The problem
Search the records for the word "within". Copy every line where it appears.

Task inputs
------------------------------------------------------------

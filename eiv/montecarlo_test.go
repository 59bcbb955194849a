package eiv_test

import (
	"context"
	"errors"
	"fmt"
	"math"
	"math/rand/v2"
	"runtime"
	"slices"
	"testing"

	"gonum.org/v1/gonum/stat/distuv"

	"eivfit/eiv"
	"eivfit/eiv/reftest"
)

// lineCal fits a WLS calibration to x = 1..m on y = 1 + b·x with readings
// perturbed by a fixed pattern scaled by uy (so the line is not exact).
func lineCal(t testing.TB, m int, b, uy float64) *eiv.Calibration {
	t.Helper()
	pattern := []float64{0.3, -0.5, 0.1, 0.6, -0.2, -0.4, 0.5, -0.1, 0.2, -0.3}
	s := make([]eiv.Standard, m)
	for i := range m {
		x := float64(i + 1)
		s[i] = eiv.Standard{X: x, Y: []float64{1 + b*x + uy*pattern[i%len(pattern)]}, UY: uy}
	}
	return mustCalibrate(t, s, nil)
}

// The Monte Carlo distribution of x₀ (JCGM 101:2008) on a well-conditioned
// line, u(b)/b ≈ 0.3 %: the linear result must agree within Monte Carlo
// error — the mean within 4 standard errors SD/√M, the SD within 4
// standard errors SD/√(2M) (normal approximation of the SD's spread; the
// second-order terms of 1/b are ~1e-5 relative here, far below) — and be
// validated at two significant digits (JCGM 101 §8.2).
func TestMonteCarloAgreesWhenWellConditioned(t *testing.T) {
	c := lineCal(t, 10, 2, 0.05)
	if rel := c.Slope.U / c.Slope.Value; rel > 0.005 {
		t.Fatalf("u(b)/b = %g: not well conditioned", rel)
	}
	inv := mustInverse(t, c, eiv.Unknown{Y: []float64{10.3}, UY: 0.05}, nil)
	const M = 1_000_000
	mc, err := c.MonteCarlo(context.Background(), &inv, &eiv.MonteCarloOptions{Trials: M, Seed: 7})
	if err != nil {
		t.Fatal(err)
	}
	if d := math.Abs(mc.Mean - inv.X.Value); d > 4*mc.SD/math.Sqrt(M) {
		t.Errorf("mean %.8g, linear %.8g: differ by %.3g > 4 SE", mc.Mean, inv.X.Value, d)
	}
	if d := math.Abs(mc.SD - inv.X.U); d > 4*inv.X.U/math.Sqrt(2*M) {
		t.Errorf("SD %.8g, linear u %.8g: differ by %.3g > 4 SE", mc.SD, inv.X.U, d)
	}
	if !mc.Validated || len(mc.Warnings) != 0 {
		t.Errorf("not validated: δ = %.3g, d_low %.3g, d_high %.3g", mc.Tolerance, mc.DLow, mc.DHigh)
	}
	t.Logf("x0 = %.6g ± %.4g; Monte Carlo %.6g ± %.4g, [%.6g, %.6g] vs linear [%.6g, %.6g], δ = %.2g",
		inv.X.Value, inv.X.U, mc.Mean, mc.SD, mc.Lower, mc.Upper, mc.LinearLower, mc.LinearUpper, mc.Tolerance)
}

// A line whose slope uncertainty is 30 % of the slope: 1/b is far from
// linear over its spread, the distribution of x₀ is skewed, and the Monte
// Carlo interval must differ visibly from the linear one (by more than
// ten times δ at one end) and say so.
func TestMonteCarloDisagreesWhenSlopeUncertain(t *testing.T) {
	c := lineCal(t, 5, 0.5, 0.5)
	rel := c.Slope.U / c.Slope.Value
	if math.Abs(rel-0.3) > 0.03 {
		t.Fatalf("u(b)/b = %.3g, want about 0.3", rel)
	}
	inv := mustInverse(t, c, eiv.Unknown{Y: []float64{c.Intercept.Value + c.Slope.Value*5.5}, UY: 0.2}, nil)
	if !hasCode(inv.Warnings, eiv.WarnSlopeUncertain) {
		t.Errorf("no slope warning: %v", inv.Warnings)
	}
	mc, err := c.MonteCarlo(context.Background(), &inv, &eiv.MonteCarloOptions{Trials: 1_000_000, Seed: 7})
	if err != nil {
		t.Fatal(err)
	}
	if mc.Validated || !hasCode(mc.Warnings, eiv.WarnMonteCarloDiff) || math.Max(mc.DLow, mc.DHigh) < 10*mc.Tolerance {
		t.Errorf("validated %v, warnings %v: d_low %.3g, d_high %.3g, δ %.3g", mc.Validated, mc.Warnings, mc.DLow, mc.DHigh, mc.Tolerance)
	}
	t.Logf("u(b)/b = %.3f: x0 = %.4g ± %.3g; Monte Carlo %.4g ± %.3g, [%.4g, %.4g] vs linear [%.4g, %.4g], δ = %.2g",
		rel, inv.X.Value, inv.X.U, mc.Mean, mc.SD, mc.Lower, mc.Upper, mc.LinearLower, mc.LinearUpper, mc.Tolerance)
}

// Bit-identical results for any number of workers and GOMAXPROCS (block j
// of the trials draws from PCG(seed, j)), with t-distributed readings.
func TestMonteCarloReproducible(t *testing.T) {
	c := lineCal(t, 6, 1.5, 0.2)
	inv := mustInverse(t, c, eiv.Unknown{Y: []float64{6.1, 6.4, 6.2}}, nil) // ν = 2: t draws
	var first *eiv.MonteCarloResult
	for _, procs := range []int{1, 4} {
		old := runtime.GOMAXPROCS(procs)
		for _, w := range []int{0, 1, 3, 7} {
			mc, err := c.MonteCarlo(context.Background(), &inv, &eiv.MonteCarloOptions{Trials: 100_003, Seed: 11, Workers: w})
			if err != nil {
				t.Fatal(err)
			}
			if first == nil {
				first = mc
				continue
			}
			if mc.Mean != first.Mean || mc.SD != first.SD || mc.Lower != first.Lower || mc.Upper != first.Upper {
				t.Errorf("GOMAXPROCS %d, workers %d: %+v differs from %+v", procs, w, mc, first)
			}
		}
		runtime.GOMAXPROCS(old)
	}
	other, _ := c.MonteCarlo(context.Background(), &inv, &eiv.MonteCarloOptions{Trials: 100_003, Seed: 12})
	if other.Mean == first.Mean {
		t.Error("another seed gave the same mean")
	}
}

func TestMonteCarloCancel(t *testing.T) {
	c := lineCal(t, 6, 1.5, 0.2)
	inv := mustInverse(t, c, eiv.Unknown{Y: []float64{6.1}, UY: 0.2}, nil)
	ctx, cancel := context.WithCancel(context.Background())
	cancel()
	if _, err := c.MonteCarlo(ctx, &inv, &eiv.MonteCarloOptions{Trials: 10_000_000}); !errors.Is(err, context.Canceled) {
		t.Errorf("got %v, want context.Canceled", err)
	}
	for _, o := range []eiv.MonteCarloOptions{{Trials: 10}, {CoverageProbability: 1}, {Digits: 9}} {
		var oe *eiv.OptionError
		if _, err := c.MonteCarlo(context.Background(), &inv, &o); !errors.As(err, &oe) {
			t.Errorf("%+v: got %v, want an *OptionError", o, err)
		}
	}
}

// The t draws (Bailey's polar method) against Student's t: the
// Kolmogorov–Smirnov distance of 50,000 draws from gonum's t CDF must stay
// below 1.95/√n (the 0.1 % critical value, Kolmogorov's limit law).
func TestStudentTDraws(t *testing.T) {
	for _, nu := range []float64{1, 2, 3, 4, 5, 30} {
		const n = 50_000
		rng := rand.NewPCG(3, uint64(nu))
		vals := make([]float64, n)
		for i := range vals {
			vals[i] = eiv.StudentT(rng, nu)
		}
		slices.Sort(vals)
		dist := distuv.StudentsT{Mu: 0, Sigma: 1, Nu: nu}
		var ks float64
		for i, v := range vals {
			f := dist.CDF(v)
			ks = math.Max(ks, math.Max(math.Abs(f-float64(i)/n), math.Abs(f-float64(i+1)/n)))
		}
		if ks > 1.95/math.Sqrt(n) {
			t.Errorf("ν = %g: KS distance %.4g > %.4g", nu, ks, 1.95/math.Sqrt(n))
		}
	}
}

// The t draws of the Monte Carlo (tDraw: inversion for ν = 2, Bailey's
// polar method for ν = 1 and 4, normal over Marsaglia–Tsang gamma above)
// against Student's t quantiles from Debian's python3-scipy
// (testdata/ref_tquantile.py: −scipy.stats.t.ppf((1 − p)/2, ν), the upper
// (1 + p)/2 quantile; the lower one by symmetry). For each ν, 10⁶ draws;
// at each level P the count of draws at or below scipy's P-quantile is
// Binomial(n, P) for an exact sampler, and must lie within 5 of its
// standard deviations √(nP(1 − P)) of nP: 5σ per comparison keeps the
// chance of a false alarm over all 8 × 12 comparisons below 10⁻⁴ (normal
// approximation). Tried: draws for ν = 2 scaled by 1 % too much, or the
// gamma's d = ν/2 − 1/3 off by 0.02, fail it.
func TestStudentTQuantiles(t *testing.T) {
	py := reftest.Python(t, "scipy", "mpmath")
	nus := []float64{1, 2, 3, 4, 5, 7, 9, 30}
	twoSided := []float64{0.5, 0.8, 0.9, 0.95, 0.99, 0.999}
	var pts [][2]float64
	for _, nu := range nus {
		for _, p := range twoSided {
			pts = append(pts, [2]float64{p, nu})
		}
	}
	var ref struct{ Scipy []float64 }
	reftest.Run(t, py, reftest.Script(t, "ref_tquantile.py"), map[string]any{"points": pts}, &ref)
	if len(ref.Scipy) != len(pts) {
		t.Fatalf("%d reference quantiles for %d points", len(ref.Scipy), len(pts))
	}
	const n = 1_000_000
	for i, nu := range nus {
		t.Run(fmt.Sprintf("nu=%g", nu), func(t *testing.T) {
			src := rand.NewPCG(21, uint64(nu))
			vals := make([]float64, n)
			for k := range vals {
				vals[k] = eiv.StudentT(src, nu)
			}
			slices.Sort(vals)
			for j, p := range twoSided {
				q := ref.Scipy[i*len(twoSided)+j]
				for _, lv := range []struct {
					P, x float64
				}{{(1 - p) / 2, -q}, {(1 + p) / 2, q}} {
					cnt, _ := slices.BinarySearch(vals, math.Nextafter(lv.x, math.Inf(1)))
					sd := math.Sqrt(n * lv.P * (1 - lv.P))
					if z := (float64(cnt) - n*lv.P) / sd; math.Abs(z) > 5 {
						t.Errorf("P = %g (t = %.6g): %d draws at or below, want %.0f ± %.0f (z = %.2f)", lv.P, lv.x, cnt, n*lv.P, sd, z)
					}
				}
			}
		})
	}
}

// The shortest coverage interval by selection against a full sort and a
// scan of every window (JCGM 101 §7.7.2).
func TestShortestInterval(t *testing.T) {
	r := rand.New(rand.NewPCG(5, 5))
	for _, tc := range []struct {
		name string
		n    int
		p    float64
		ties int // every ties-th value repeats an earlier one (1: all equal)
	}{
		{"n=1000 p=0.95", 1000, 0.95, 50}, {"n=12345 p=0.99", 12345, 0.99, 50},
		{"n=500 p=0.5", 500, 0.5, 50}, {"n=777 p=0.3", 777, 0.3, 50},
		// Large enough for the split at sampled thresholds.
		{"n=200003 p=0.95", 200_003, 0.95, 50}, {"n=100000 p=0.9999", 100_000, 0.9999, 50},
		// All equal: the sampled thresholds coincide and selection takes over.
		{"n=100000 all equal", 100_000, 0.95, 1},
	} {
		t.Run(tc.name, func(t *testing.T) {
			v := make([]float64, tc.n)
			for i := range v {
				v[i] = math.Exp(r.NormFloat64()) // skewed
				if i%tc.ties == 0 && i > 0 {
					v[i] = v[(i-1)/tc.ties*tc.ties] // ties
				}
			}
			s := slices.Clone(v)
			slices.Sort(s)
			q := int(tc.p*float64(tc.n) + 0.5)
			best, lo, hi := math.Inf(1), 0.0, 0.0
			for i := 0; i+q-1 < tc.n; i++ {
				if w := s[i+q-1] - s[i]; w < best {
					best, lo, hi = w, s[i], s[i+q-1]
				}
			}
			glo, ghi := eiv.ShortestInterval(v, tc.p)
			if glo != lo || ghi != hi {
				t.Errorf("[%g, %g], want [%g, %g]", glo, ghi, lo, hi)
			}
		})
	}
}

// JCGM 101:2008 §7.9.2: u written with n significant digits as c·10^l
// gives δ = ½·10^l (values worked by hand).
func TestNumericalTolerance(t *testing.T) {
	for _, tc := range []struct {
		u    float64
		n    int
		want float64
	}{
		{0.322, 2, 0.005}, {0.322, 1, 0.05}, {1.5, 2, 0.05}, {0.0996, 2, 0.005}, {36, 2, 0.5}, {0.00123, 3, 0.000005},
	} {
		if got := eiv.NumericalTolerance(tc.u, tc.n); math.Abs(got-tc.want) > 1e-15*tc.want {
			t.Errorf("u = %g, %d digits: δ = %g, want %g", tc.u, tc.n, got, tc.want)
		}
	}
}

// The radix sort of the shortest interval's tails against slices.Sort:
// the same order bit for bit, over signs, zeros of both signs (sorted
// equal, so compared by value), subnormals and huge values.
func TestRadixSort(t *testing.T) {
	r := rand.New(rand.NewPCG(9, 9))
	for _, tc := range []struct {
		name string
		gen  func(i int) float64
	}{
		{"normal", func(int) float64 { return r.NormFloat64() }},
		{"positive skewed", func(int) float64 { return math.Exp(3 * r.NormFloat64()) }},
		{"wide range", func(int) float64 { return (r.Float64() - 0.5) * math.Pow(10, float64(r.IntN(600)-300)) }},
		{"few values", func(i int) float64 { return float64(i%7) - 3 }},
		{"short", nil},
	} {
		t.Run(tc.name, func(t *testing.T) {
			n := 5000
			gen := tc.gen
			if gen == nil {
				n, gen = 100, func(int) float64 { return r.Float64() }
			}
			v := make([]float64, n)
			for i := range v {
				v[i] = gen(i)
			}
			want := slices.Clone(v)
			slices.Sort(want)
			eiv.RadixSort(v)
			for i := range v {
				if v[i] != want[i] {
					t.Fatalf("at %d: %g, want %g", i, v[i], want[i])
				}
			}
		})
	}
}
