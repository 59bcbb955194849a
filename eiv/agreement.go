package eiv

import (
	"math"

	"gonum.org/v1/gonum/stat/distuv"
)

// Agreement is the Bland–Altman analysis of differences d = y − x
// (candidate minus comparative; Bland & Altman 1986, Lancet i:307; 1999,
// Stat. Methods Med. Res. 8:135).
type Agreement struct {
	N int
	// MeanDifference is d̄ with its t interval (n−1 df).
	MeanDifference Estimate
	// SDDifference is the SD of d (n−1 divisor).
	SDDifference float64
	// Multiplier is the z of the limits (1.96 for 95 % limits).
	Multiplier float64
	// Lower and Upper are the limits of agreement d̄ ∓ z·s, each with the
	// interval of Bland & Altman (1986): SE ≈ √(3s²/n), t on n−1 df.
	Lower, Upper Estimate
	// Proportional is the OLS regression of d on the mean (x+y)/2 (Bland
	// & Altman 1999, §3.2), without its jackknife: a slope different from
	// 0 shows a proportional bias.
	Proportional *Fit
	// ProportionalP is the two-sided p-value of that slope.
	ProportionalP float64
}

// BlandAltman computes the agreement of y with x. multiplier is the z of
// the limits; zero means 1.96. The differences in percent use
// AgreementPercent.
func BlandAltman(x, y []float64, multiplier float64, opt *Options) (*Agreement, error) {
	return blandAltman(x, y, multiplier, opt, false)
}

// BlandAltmanPercent is BlandAltman on the differences in percent of the
// mean level, 100·(y − x)/((x + y)/2): the scale on which a proportional
// error is constant. Every mean level must be positive.
func BlandAltmanPercent(x, y []float64, multiplier float64, opt *Options) (*Agreement, error) {
	return blandAltman(x, y, multiplier, opt, true)
}

func blandAltman(x, y []float64, multiplier float64, opt *Options, percent bool) (*Agreement, error) {
	conf, err := opt.confidence()
	if err != nil {
		return nil, err
	}
	if len(x) != len(y) {
		return nil, ErrLengthMismatch
	}
	d := make([]float64, len(x))
	m := make([]float64, len(x))
	for i := range x {
		m[i] = (x[i] + y[i]) / 2
		d[i] = y[i] - x[i]
		if percent {
			if !(m[i] > 0) {
				return nil, &PointError{Index: i, Field: "x", Err: ErrNonPositiveLevel}
			}
			d[i] = 100 * d[i] / m[i]
		}
	}
	return agreementOf(d, m, multiplier, conf)
}

// BlandAltmanLimits is BlandAltman without the regression of the
// differences on the means (Proportional nil): the bias and the limits of
// agreement, the differences y − x formed as they are read, with no copy
// of them or of the means (a difference plot of 10⁶ points draws only
// these). The numbers are BlandAltman's to the bit.
func BlandAltmanLimits(x, y []float64, multiplier float64, opt *Options) (*Agreement, error) {
	conf, err := opt.confidence()
	if err != nil {
		return nil, err
	}
	if len(x) != len(y) {
		return nil, ErrLengthMismatch
	}
	n := len(x)
	if n < 3 {
		return nil, ErrTooFewPoints
	}
	for i := range x {
		if !allFinite(y[i]-x[i], (x[i]+y[i])/2) {
			return nil, &PointError{Index: i, Field: "y", Err: ErrNonFinite}
		}
	}
	// centredMoments(d, d)'s mean and Sxx, d formed in each pass.
	fn := float64(n)
	var s float64
	for i := range x {
		s += y[i] - x[i]
	}
	mean := s / fn
	var c, ss float64
	for i := range x {
		dv := (y[i] - x[i]) - mean
		c += dv
		ss += dv * dv
	}
	mean, _ = twoSum(mean, c/fn)
	return limitsOf(n, mean, ss-c*c/fn, multiplier, conf), nil
}

func agreementOf(d, m []float64, multiplier, conf float64) (*Agreement, error) {
	n := len(d)
	if n < 3 {
		return nil, ErrTooFewPoints
	}
	for i := range d {
		if !allFinite(d[i], m[i]) {
			return nil, &PointError{Index: i, Field: "y", Err: ErrNonFinite}
		}
	}
	mm := centredMoments(d, d)
	a := limitsOf(n, mm.mx, mm.sxx, multiplier, conf)
	// The regression's own SEs give its p-value; its jackknife (three
	// arrays of n) is not reported.
	if f, err := ols(m, d, &Options{Confidence: conf}, false); err == nil {
		a.Proportional = f
		tt := 0.0
		if f.Slope.SE > 0 {
			tt = f.Slope.Value / f.Slope.SE
			a.ProportionalP = tTwoSided(tt, float64(n-2))
		} else {
			a.ProportionalP = 1
			if f.Slope.Value != 0 {
				a.ProportionalP = 0
			}
		}
	}
	return a, nil
}

// limitsOf is the bias and the limits of agreement of n differences with
// mean and centred sum of squares sxx.
func limitsOf(n int, mean, sxx, multiplier, conf float64) *Agreement {
	if multiplier == 0 {
		multiplier = 1.96
	}
	sd := math.Sqrt(sxx / float64(n-1))
	t := distuv.StudentsT{Mu: 0, Sigma: 1, Nu: float64(n - 1)}.Quantile(0.5 + conf/2)
	seMean := sd / math.Sqrt(float64(n))
	seLim := math.Sqrt(3 * sd * sd / float64(n))
	lo, hi := mean-multiplier*sd, mean+multiplier*sd
	return &Agreement{
		N:              n,
		MeanDifference: Estimate{Value: mean, SE: seMean, CI: symmetric(mean, t*seMean, conf, "t")},
		SDDifference:   sd,
		Multiplier:     multiplier,
		Lower:          Estimate{Value: lo, SE: seLim, CI: symmetric(lo, t*seLim, conf, "t, SE √(3s²/n)")},
		Upper:          Estimate{Value: hi, SE: seLim, CI: symmetric(hi, t*seLim, conf, "t, SE √(3s²/n)")},
	}
}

------------------------------------------------------------

Answer box
// line, u(b)/b ≈ 0.3 %: the linear result must agree within Monte Carlo
// error — the mean within 4 standard errors SD/√M, the SD within 4
// Binomial(n, P) for an exact sampler, and must lie within 5 of its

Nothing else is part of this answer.